(Dataset entries)
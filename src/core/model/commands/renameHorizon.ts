import type { ProjectDoc } from '../projectDoc';
import { updateHorizon } from './updateHorizon';

/** Returns the document with the horizon renamed (trimmed); unchanged for an empty or identical name. */
export function renameHorizon(doc: ProjectDoc, horizonId: string, name: string): ProjectDoc {
  const trimmed = name.trim();
  return updateHorizon(doc, horizonId, (h) => (trimmed === '' || trimmed === h.name ? h : { ...h, name: trimmed }));
}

[Task requirements] Give every record again, exactly as it appears.

[Solved exercise]
filename src/core/model/commands/renameHorizon.ts
import type { ProjectDoc } from '../projectDoc';
import { updateHorizon } from './updateHorizon';

/** Returns the document with the horizon renamed (trimmed); unchanged for an empty or identical name. */
export function renameHorizon(doc: ProjectDoc, horizonId: string, name: string): ProjectDoc {
  const trimmed = name.trim();
  return updateHorizon(doc, horizonId, (h) => (trimmed === '' || trimmed === h.name ? h : { ...h, name: trimmed }));
}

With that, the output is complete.